Impact of Ezh2 knockdown on ECS cell migration and invasion. (A) Ezh2 knockdown reduces ability of spheroid-selected SCC-13 cells to migrate through matrigel. SCC13-Ezh2-shRNA3 and SCC13-Control-shRNA cells were plated into Millicell chambers (0.8 μm pores) coated with matrigel and after 18h, the cells that had migrated to the destination chamber were DAPI stained and counted. The values are mean ± SEM, n = 3 and the asterisk indicates a significant difference, P < 0.005. (B) Ezh2 is required for Matrigel invasion. Image shows the number of cells that had migrated through the Matrigel at 18h. Cells were stained with DAPI and visualized by confocal microscopy. Bars = 40 μm. The wound width values at 6h are as follows: control = 20±5 and Ezh2-shRNA = 101±8 μm (mean ± SD, n = 10). (C) Ezh2 knockdown impairs the ability of ECS cells to repair a scratch wound. The indicated cell lines were grown in spheroid-selection conditions and then permitted to attach and form a confluent monolayer on conventional culture dishes before equal sized ‘wounds’ were created by scraping cells from the dish. The cells were photographed at 0, 3, 6 and 18h as the cells migrated to fill the wound. Similar results were observed in each of three separate experiments. (D and E) Ezh2 inhibitors reduce cell invasion. ECS cells, derived from spheroid cultures, were plated into Millicell chambers (0.8 μm pores) coated with matrigel in the presence of 0 or 2 µM of the indicated Ezh2 inhibitor. At 18h, the cells that had migrated to the destination chamber were DAPI stained and counted. The values are mean ± SEM, n = 3 and the asterisks indicate a significant difference from control, P < 0.001. (F) ECS cells, derived from spheroid cultures, were plated at confluent density on conventional culture dishes and scratch wounds were created using a pipette tip. After attachment, the cells were then treated with the indicated inhibitor, which was initiated 30min before wounding and wound closure was assessed at 0h (time of wounding) and at 6 and 18h. The wound width values are at 6h are as follows: control = 6±2, EPZ-6438 = 90±6 and GSK-126 = 105±7 μm (mean ± SD, n = 10).

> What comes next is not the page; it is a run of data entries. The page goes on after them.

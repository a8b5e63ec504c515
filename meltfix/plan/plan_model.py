"""The planner's linear model for one grade, built once and loaded with each heat (meltfix.plan.massbalance's mass balance as a linear programme).

The decision per material is its mass [kg], or its number of packs when it comes in bags, bales or
coils. Windows are linear once multiplied out by the final bath mass, so the optimum is exact:

    m_i = W c_i + sum_j Y_ij x_j,   M = W + sum_j g_j x_j,   lo_i M <= m_i <= hi_i M

Every row is written so that its coefficients depend on the recipe book and the grade only; what a
heat changes (the bath W, the analysis c, prices, stock, locks, the vessel) lands in bounds and costs,
plus one coefficient per row for the few families noted below. So the model is built once per
(book, grade, mode) and kept hot in HiGHS (``HotModel``); a heat only overwrites bounds and costs.

Columns, in this order: the materials (kg, or packs), the aim deviations d+ and d-, one on/off
binary per material with a minimum addition, one elastic slack per window row (fixed at 0 except in
the closest-plan phases), the final bath mass M, and the arc heating R [°C] a stage that can reheat
may buy. Rows come in families, one function each
(``_window_rows``, ``_capacity_row``, ...): a new family is one more function and one more line in
``ModelShape.build``.
"""

from __future__ import annotations

import math
from collections.abc import Sequence
from dataclasses import dataclass

import highspy
import numpy as np
from highspy._core import _Highs

from meltfix.plan.deoxidation import oxygen_notes
from meltfix.plan.numbers import degrees_text, mass_text, temperature_text
from meltfix.plan.treatment import (contents_owed_pct, magnesium_fade_pct, magnesium_for_sulphur_pct, nodulariser_kg,
                                    unbound_sulphur_pct)
from meltfix.shop.elements import element_sort_key
from meltfix.shop.grades import Grade
from meltfix.shop.heat import Heat, usable_materials
from meltfix.shop.liquidus import formula_for
from meltfix.shop.materials import Material
from meltfix.shop.recipes import RecipeBook

# Kilograms of element off aim -> penalty: 0.01 wt % of a bath of M kg is M/10000 kg, per tonne
# of bath that is M/1000 t, so w currency per (0.01 % x t) is exactly 10 w per kg off aim.
AIM_PENALTY_PER_KG = 10.0
# A closest plan's violation weight floors each limit at 0.001 %, so a limit of 0 (a debt to
# deoxidation) still has a finite weight.
_LEAST_LIMIT_PCT = 1e-3
_INF = math.inf
# HiGHS options, set once per model. Presolve off: on these small models it saves nothing, its LP
# presolve once called a feasible elastic model infeasible, and its MIP presolve makes HiGHS print
# a debug line straight to file descriptor 1 when it repairs a presolved solution, which would
# corrupt a running terminal screen and a --json stream (seen with HiGHS 1.12). The neighbourhood heuristics
# (RINS, RENS) and the root reduced-cost heuristic each run a sub-MIP; on these models they take
# about a third of the time and find nothing branch and bound does not. One thread per model:
# threads plan heats side by side, each on its own model. No simplex scaling: HiGHS keeps the scale
# factors of a model's first solve, so with them a heat's plan would differ in its last digits
# depending on which heat that model met first. A primal feasibility tolerance of 1e-9 kg (100
# times tighter than HiGHS's default) keeps a plan the solver calls feasible inside its own re-check
# by the mass balance (a miss beyond 1e-9 wt %) from a 100 kg bath up.
_OPTIONS: dict[str, bool | float | str] = {
    "output_flag": False, "log_to_console": False, "presolve": "off", "threads": 1,
    "primal_feasibility_tolerance": 1e-9, "simplex_scale_strategy": 0,
    "mip_heuristic_run_rins": False, "mip_heuristic_run_rens": False,
    "mip_heuristic_run_root_reduced_cost": False,
}


@dataclass(frozen=True)
class WindowRow:
    """One limit row of the model: label and limit, for reading duals and violations back."""

    element: str
    """Element symbol, or an index name such as "CEV"."""
    limit: str
    """"min" or "max"."""
    limit_pct: float


@dataclass(frozen=True)
class Rows:
    """A family of rows: fixed coefficients over all columns; the heat sets the bounds."""

    matrix: np.ndarray
    """Coefficients [rows x columns]."""
    first: int = 0
    """Index of the family's first row in the model (set when the model is assembled)."""

    @property
    def count(self) -> int:
        return self.matrix.shape[0]

    @property
    def rows(self) -> range:
        return range(self.first, self.first + self.count)
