def _moment(value: Any, source: object, field_name: str) -> _Moment:
    # TOML gives times and date-times as objects; people also write "10:02" (not valid TOML time).
    if isinstance(value, str):
        raw = value.strip()
        try:
            value = dt.time.fromisoformat(raw) if len(raw) <= 8 else dt.datetime.fromisoformat(raw)
        except ValueError:
            raise InputError(source, field_name,
                             f"'{value}' is not a time (write HH:MM, HH:MM:SS or YYYY-MM-DD HH:MM)") from None
    if isinstance(value, dt.datetime):
        if value.tzinfo is not None:
            return _Moment("date-time with offset", value.timestamp() / 60.0, value.strftime("%Y-%m-%d %H:%M"))
        minutes = (value - dt.datetime(2000, 1, 1)).total_seconds() / 60.0
        return _Moment("date-time", minutes, value.strftime("%Y-%m-%d %H:%M"))
    if isinstance(value, dt.time):
        if value.tzinfo is not None:
            raise InputError(source, field_name, "a clock time cannot carry a time zone; write a full date-time")
        shown = value.strftime("%H:%M:%S" if value.second else "%H:%M")
        return _Moment("clock time", value.hour * 60 + value.minute + value.second / 60.0, shown)
    raise InputError(source, field_name, f"expected a time such as \"10:02\", got {value!r}")


def _entries(data: Mapping[str, Any], key: str, source: object) -> list[Mapping[str, Any]]:
    entries = data.get(key, [])
    if not isinstance(entries, list) or not all(isinstance(e, Mapping) for e in entries):
        raise InputError(source, key, f"expected [[{key}]] entries")
    return entries


def parse_record(data: Mapping[str, Any], source: object, default_id: str,
                 default_stage: str = HeatRecord.stage) -> HeatRecord:
    """Build a HeatRecord from parsed TOML; every problem raises InputError naming the field."""
    known_keys(data, _RECORD_KEYS, source, "")
    capacity = data.get("capacity_kg")
    drop = data.get("max_temp_drop_c")
    stage = text(data.get("stage", default_stage), source, "stage")  # checked against the shop's stages
    date = data.get("date", "")
    bath_kg = number(require(data, "bath_kg", source, ""), source, "bath_kg", positive=True)
    capacity_kg = None if capacity is None else number(capacity, source, "capacity_kg", positive=True)
    if capacity_kg is not None and capacity_kg < bath_kg:
        raise InputError(source, "capacity_kg", f"{capacity_kg:g} kg is less than the bath itself ({bath_kg:g} kg)")

    raw_samples = _entries(data, "sample", source)
    if not raw_samples:
        raise InputError(source, "sample", "the record has no [[sample]]; a replay needs at least one")
    kind = ""
    samples: list[RecordedSample] = []
    moments: list[_Moment] = []
    seen: set[str] = set()
    for n, entry in enumerate(raw_samples, start=1):
        where = f"sample #{n}."
        known_keys(entry, _SAMPLE_KEYS, source, where)
        sample_id = identifier(require(entry, "id", source, where), source, f"{where}id")
        where = f"sample '{sample_id}'."
        if sample_id in seen:
            raise InputError(source, f"{where}id", "the same sample id is used twice")
        seen.add(sample_id)
        moment = _moment(require(entry, "time", source, where), source, f"{where}time")
        kind = kind or moment.kind
        if moment.kind != kind:
            raise InputError(source, f"{where}time", f"is a {moment.kind} but the first sample's is a {kind}; "
                             "write every time the same way")
        if moments and moment.minute <= moments[-1].minute:
            raise InputError(source, f"{where}time", f"{moment.clock} is not after the sample before it "
                             f"({moments[-1].clock}); list samples in time order (a heat across midnight "
                             "needs full date-times)")
        temperature = entry.get("temperature_c")
        analysis = table(require(entry, "analysis", source, where), source, f"{where}analysis")
        if not analysis:
            raise InputError(source, f"{where}analysis", "lists no element")
        moments.append(moment)
        samples.append(RecordedSample(
            sample_id=sample_id,
            clock=moment.clock,
            minute=moment.minute - moments[0].minute,
            analysis=analysis_from_table(analysis, source, f"{where}analysis"),
            temperature_c=None if temperature is None else number(temperature, source, f"{where}temperature_c",
                                                                  positive=True),
        ))

    additions: list[RecordedAddition] = []
    for n, entry in enumerate(_entries(data, "addition", source), start=1):
        where = f"addition #{n}."
        known_keys(entry, _ADDITION_KEYS, source, where)
        moment = _moment(require(entry, "time", source, where), source, f"{where}time")
        if moment.kind != kind:
            raise InputError(source, f"{where}time", f"is a {moment.kind} but the samples' are {kind}s; "
                             "write every time the same way")
        if moment.minute < moments[0].minute:
            raise InputError(source, f"{where}time", f"{moment.clock} is before the first sample "
                             f"({moments[0].clock}); its effect is already in that sample, so leave it out")
        additions.append(RecordedAddition(
            clock=moment.clock,
            minute=moment.minute - moments[0].minute,
            material=text(require(entry, "material", source, where), source, f"{where}material"),
            kg=number(require(entry, "kg", source, where), source, f"{where}kg", positive=True),
            entry=n,
        ))

    return HeatRecord(
        heat_id=identifier(data.get("heat", default_id), source, "heat"),
        grade=text(require(data, "grade", source, ""), source, "grade"),
        bath_kg=bath_kg,
        samples=tuple(samples),
        additions=tuple(sorted(additions, key=lambda a: a.minute)),
        capacity_kg=capacity_kg,
        max_temp_drop_c=None if drop is None else number(drop, source, "max_temp_drop_c"),
        stage=stage,
        date=str(date),
        source=str(source),
    )


def validate_record(record: HeatRecord, book: RecipeBook) -> HeatRecord:
    """Check the record's grade, stage and materials against the recipe book."""
    if record.grade not in book.grades:
        raise InputError(record.source, "grade",
                         f"unknown grade '{record.grade}' (the recipe book has: {', '.join(book.grades)})")
    stage_name(record.stage, record.source, "stage", book.settings.stages)
    names = set(book.material_names)
    for addition in sorted(record.additions, key=lambda a: a.entry):
        if addition.material not in names:
            raise InputError(record.source, f"addition #{addition.entry}.material",
                             f"no material named '{addition.material}' in the recipe book")
    return record


def load_record(path: Path | str, book: RecipeBook) -> HeatRecord:
    """Read and validate a recorded heat file against the recipe book."""
    path = Path(path)
    record = parse_record(read_toml(path), path, default_id=path.stem, default_stage=book.settings.heat_stage)
    return validate_record(record, book)


def record_from_history(history: HeatHistory, book: RecipeBook) -> HeatRecord:
    """The logbook's record of one heat as a HeatRecord, validated against the recipe book.

    Samples and actual additions carry over; the heat's first plan gives what a sample does not
    hold: the bath at the first sample (melt shops weigh the bath once, before the first trim),
    the vessel, the stage and the allowed temperature drop. The logbook's plans themselves are
    not carried: the replay plans every sample afresh, as for a file. Times show as "HH:MM"
    when the heat stays within one day, else as date-times.
    """
    source = f"logbook heat {history.heat_id}"
    if not history.samples:
        raise InputError(source, "samples", "no sample is recorded for this heat; a replay needs at least one")
    if history.grade is None or not history.plans:
        raise InputError(source, "plans", "the heat was never planned, so its grade and bath weight are not "
                                          "recorded; a replay needs both")
    first = history.samples[0].taken_at
    one_day = all(e.taken_at.date() == first.date() for e in history.samples) and all(
        a.added_at.date() == first.date() for a in history.additions)

    def clock(when: dt.datetime) -> str:
        return when.strftime("%H:%M" if one_day else "%Y-%m-%d %H:%M")

    def minute(when: dt.datetime) -> float:
        return (when - first).total_seconds() / 60.0

    for before, sample in zip(history.samples, history.samples[1:]):
        if sample.taken_at <= before.taken_at:
            raise InputError(source, f"sample '{sample.sample_id}'", f"taken at the same time as sample "
                             f"'{before.sample_id}' ({clock(before.taken_at)}); a replay needs samples in time order")
    early = next((a for a in history.additions if a.added_at < first), None)
    if early is not None:
        raise InputError(source, "additions", f"additions at {clock(early.added_at)} come before the first sample "
                         f"({clock(first)}); their effect is already in that sample, so the heat cannot be replayed")
    planned = history.plans[0].heat
    lines = [(batch.added_at, line) for batch in history.additions for line in batch.lines]
    record = HeatRecord(
        heat_id=history.heat_id,
        grade=history.grade,
        bath_kg=planned.bath_kg,
        samples=tuple(RecordedSample(s.sample_id, clock(s.taken_at), minute(s.taken_at), s.analysis, s.temperature_c)
                      for s in history.samples),
        additions=tuple(RecordedAddition(clock(when), minute(when), line.material, line.kg, entry=n)
                        for n, (when, line) in enumerate(lines, start=1)),
        capacity_kg=planned.capacity_kg,
        max_temp_drop_c=planned.max_temp_drop_c,
        stage=planned.stage,
        date=first.date().isoformat(),
        source=source,
    )
    return validate_record(record, book)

Loss of Ezh2 leads to reduced tumor formation
We next examined the impact on tumor growth. Control and Ezh2 knockdown cells were assessed for ability to form tumors in immune-compromised NSG mice. Subcutaneous injection of cells at 0.1–1.5 million per site revealed a dose-dependent increase in tumor formation when monitored at 4 weeks post-injection (Figure 4A) and increased tumor size with time (Figure 4B). However, in each case, tumor size is reduced by Ezh2 knockdown. Figure 4C shows that the reduction in Ezh2 level is associated with reduced H3K27me3 formation. This analysis also shows minimal changes in Bmi-1 and Suz12 level. In some experiments, SCC13-Ezh2-shRNA3 cells formed tumors as efficiently as control cells, but this was always associated with re-expression of Ezh2. We also examined the impact of treatment with GSK126 on ECS cell ability to form tumors. Figure 4D shows a marked reduction in tumor growth rate in response to GSK126 treatment. Figure 4E shows representative images of the tumors from the GSK126 treated and non-treated groups. As shown in Figure 4F, inhibition of Ezh2 is associated with reduced Ezh2 level and activity (H3K27me3 formation). This is associated with reduced expression of Suz12, Bmi-1 and Oct4. PARP is slightly reduced and caspase-3 level is increased, suggesting that GSK126 treatment activates apoptosis.
Figure 4.
Ezh2 is required for tumor formation. (A) Monolayer-derived SCC-13 cells were injected into the two front flanks in NSG mice and at 4 weeks tumor size was measured. The values are mean ± SEM, n = 3. The asterisks indicate a significant reduction in tumor formation for Ezh2 knockdown cells compared with control (p < 0.001). (B) Monolayer-derived SCC-13 cells (1 million) were injected into NSG mice, and tumor growth was monitored at 2, 3 and 4 weeks postinjection. The values are mean ± SEM, n = 3. The asterisks indicate significant reduction in tumor formation for Ezh2 knockdown cells compared with control (P < 0.001). (C) Extracts were prepared from 4 week tumors derived following injection of 1 million tumor cells and the indicated proteins were detected by immunoblot. The findings are representative of three separate experiments. (D) GSK126 treatment suppresses tumor formation. ECS cells (0.1 million) were injected into each front flank in NSG mice and after 24h, GSK126 treatment was initiated by intraperitoneal injection of 0.2ml of solution to deliver 0–50mg GSK126 per kg body weight (42). Treatment was administered on alternate days (42). At 4 weeks, the tumors were measured using calipers (6). The values are mean ± SEM, n = 6 and the asterisks indicate a significant reduction in tumor formation for GSK126-treated cells compared with control, P < 0.001. (E) Tumor morphology. ECS cells (0.1 million) were injected into each front flank in NSG mice and after 24h, GSK126 treatment was initiated at 50mg/kg body weight on alternate days. The tumors were harvested and photographed at 4 weeks. (F) Ezh2 level and activity in tumors treated with GSK126. Extracts were prepared from 4 week tumors for immunoblot detection of the indicated proteins.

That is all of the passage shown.